Comment author: fubarobfusco 25 August 2013 11:37:53PM 0 points [-]

Does it matter to you that octopuses are quite commonly cannibalistic?

Comment author: Bakkot 24 August 2013 06:48:08PM 1 point [-]

The derivative, the second derivative, or even the function itself could easily be discontinuous at this point.

But needn't be! See for example f(x) = exp(-1/x) (x > 0), 0 (x ≤ 0).

Wikipedia has an analysis.

(Of course, the space of objects isn't exactly isomorphic to the real line, but it's still a neat example.)

Comment author: Eliezer_Yudkowsky 24 August 2013 07:11:47PM 1 point [-]

Agreed, but it is not obvious to me that my utility function needs to be differentiable at that point.

Comment author: Armok_GoB 27 August 2013 08:09:04PM 0 points [-]

I dispute that; the paperclip is almost certainly either more or less likely to become a Boltzmann brain than an equivalent volume of vacuum.

Comment author: David_Gerard 21 August 2013 10:22:52PM *  1 point [-]

But zero is not a probability.

Edit: Adele_L is right, I was confusing utilities and probabilities.

Comment author: Adele_L 22 August 2013 12:04:33AM 13 points [-]

Zero is a utility, and utilities can even be negative (i.e. if Eliezer hated nematodes).

Comment author: MugaSofer 23 August 2013 03:40:50PM 0 points [-]

... are you pointing out that there is a nonzero probability that Eliezer's CEV actually cares about nematodes?

Comment author: David_Gerard 24 August 2013 04:15:40PM 1 point [-]

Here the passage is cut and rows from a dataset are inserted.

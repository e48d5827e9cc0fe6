import type { FlightFilter } from '../../../api/flight-list';
import { SEVERITIES } from '../../../../shared/schemas/report';
import { SelectField, TextField } from '../../../components/ui/field';
import { Button } from '../../../components/ui/button';

/** Day (YYYY-MM-DD) from the filter's ISO bound, and back: `to` covers the whole day. */
function dayOf(iso?: string): string {
  if (!iso) return '';
  const d = new Date(iso);
  const pad = (n: number) => String(n).padStart(2, '0');
  return `${d.getFullYear()}-${pad(d.getMonth() + 1)}-${pad(d.getDate())}`;
}
const startOfDay = (day: string) => (day ? new Date(`${day}T00:00:00`).toISOString() : undefined);
const endOfDay = (day: string) => (day ? new Date(`${day}T23:59:59.999`).toISOString() : undefined);

export function FlightFilters({
  filter,
  aircraft,
  pilots,
  onChange,
}: {
  filter: FlightFilter;
  aircraft: { id: string; name: string }[];
  pilots: { id: string; name: string }[];
  onChange: (next: FlightFilter) => void;
}) {
  const set = (patch: Partial<FlightFilter>) => onChange({ ...filter, ...patch });
  const active = Object.values(filter).some((v) => v !== undefined && v !== '');
  return (
    <div role="search" aria-label="Filter flights" className="flex flex-wrap items-end gap-3">
      <SelectField
        label="Aircraft"
        className="w-40"
        value={filter.aircraftId ?? ''}
        onChange={(e) => set({ aircraftId: e.target.value || undefined })}
      >
        <option value="">All aircraft</option>
        {aircraft.map((a) => (
          <option key={a.id} value={a.id}>
            {a.name}
          </option>
        ))}
      </SelectField>
      <SelectField
        label="Pilot"
        className="w-40"
        value={filter.pilotId ?? ''}
        onChange={(e) => set({ pilotId: e.target.value || undefined })}
      >
        <option value="">Anyone</option>
        {pilots.map((p) => (
          <option key={p.id} value={p.id}>
            {p.name}
          </option>
        ))}
      </SelectField>
      <SelectField
        label="Verdict at least"
        className="w-32"
        value={filter.severity ?? ''}
        onChange={(e) =>
          set({ severity: (e.target.value || undefined) as FlightFilter['severity'] })
        }
      >
        <option value="">Any</option>
        {SEVERITIES.map((s) => (
          <option key={s} value={s}>
            {s}
          </option>
        ))}
      </SelectField>
      <SelectField
        label="Review"
        className="w-36"
        value={filter.review ?? ''}
        onChange={(e) => set({ review: (e.target.value || undefined) as FlightFilter['review'] })}
      >
        <option value="">Any</option>
        <option value="requested">Review asked</option>
        <option value="changes-requested">Changes asked</option>
        <option value="reviewed">Reviewed</option>
        <option value="none">Not asked</option>
      </SelectField>
      <SelectField
        label="Comments"
        className="w-36"
        value={filter.openComments === undefined ? '' : String(filter.openComments)}
        onChange={(e) =>
          set({
            openComments: e.target.value === '' ? undefined : (e.target.value as 'true' | 'false'),
          })
        }
      >
        <option value="">Any</option>
        <option value="true">Open threads</option>
        <option value="false">No open threads</option>
      </SelectField>
      <TextField
        label="From"
        type="date"
        className="w-36"
        value={dayOf(filter.from)}
        onChange={(e) => set({ from: startOfDay(e.target.value) })}
      />
      <TextField
        label="To"
        type="date"
        className="w-36"
        value={dayOf(filter.to)}
        onChange={(e) => set({ to: endOfDay(e.target.value) })}
      />
      {active && (
        <Button tone="quiet" size="sm" onClick={() => onChange({})}>
          Clear filters
        </Button>
      )}
    </div>
  );
}
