import type { Remote } from 'comlink';
import { afterAll, beforeAll, describe, expect, it } from 'vitest';
import { parseLog } from '../../shared/log/parse';
import type { SampleApi } from '../../workers/protocol';
import { loadWorker } from './harness';

let api: Remote<SampleApi>;
let close: () => void;

beforeAll(async () => {
  ({ api, close } = await loadWorker<SampleApi>(() => import('../../workers/sample.worker')));
});

afterAll(() => close());

describe('sample worker', () => {
  it('writes a minute of the demo quad as a canonical CSV the reader takes without a map', async () => {
    const { csv, fileName } = await api.sampleFlight();
    expect(fileName).toBe('sample-weak-motor.csv');
    const log = parseLog(new Uint8Array(await csv.arrayBuffer()));
    // A minute at 1 kHz, both ends included.
    const time = log.columns.time!;
    expect(time[time.length - 1]! - time[0]!).toBeCloseTo(60, 3);
    expect(log.rows).toBe(60_001);
    expect(log.metadata['scenario']).toBe('weak-motor');
    expect(['motor1', 'motor2', 'motor3', 'motor4'].every((m) => m in log.columns)).toBe(true);
  });

  it('refuses a scenario it does not know, by name', async () => {
    await expect(api.sampleFlight('no-such-flight')).rejects.toThrow(/no-such-flight/);
  });
});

No, Adele_L is right, I was confusing utilities and probabilities.

Comment author: MugaSofer 23 August 2013 03:40:07PM 0 points [-]

... really?

Um, that strikes me as very unlikely. Could you elaborate on your reasoning?

Comment author: Armok_GoB 27 August 2013 08:04:25PM *  0 points [-]

Keyword here is believe. What probability do you assign?

And if you say epsilon or something like that, is the epsilon bigger or smaller than 1/(3^^^3/10^100)?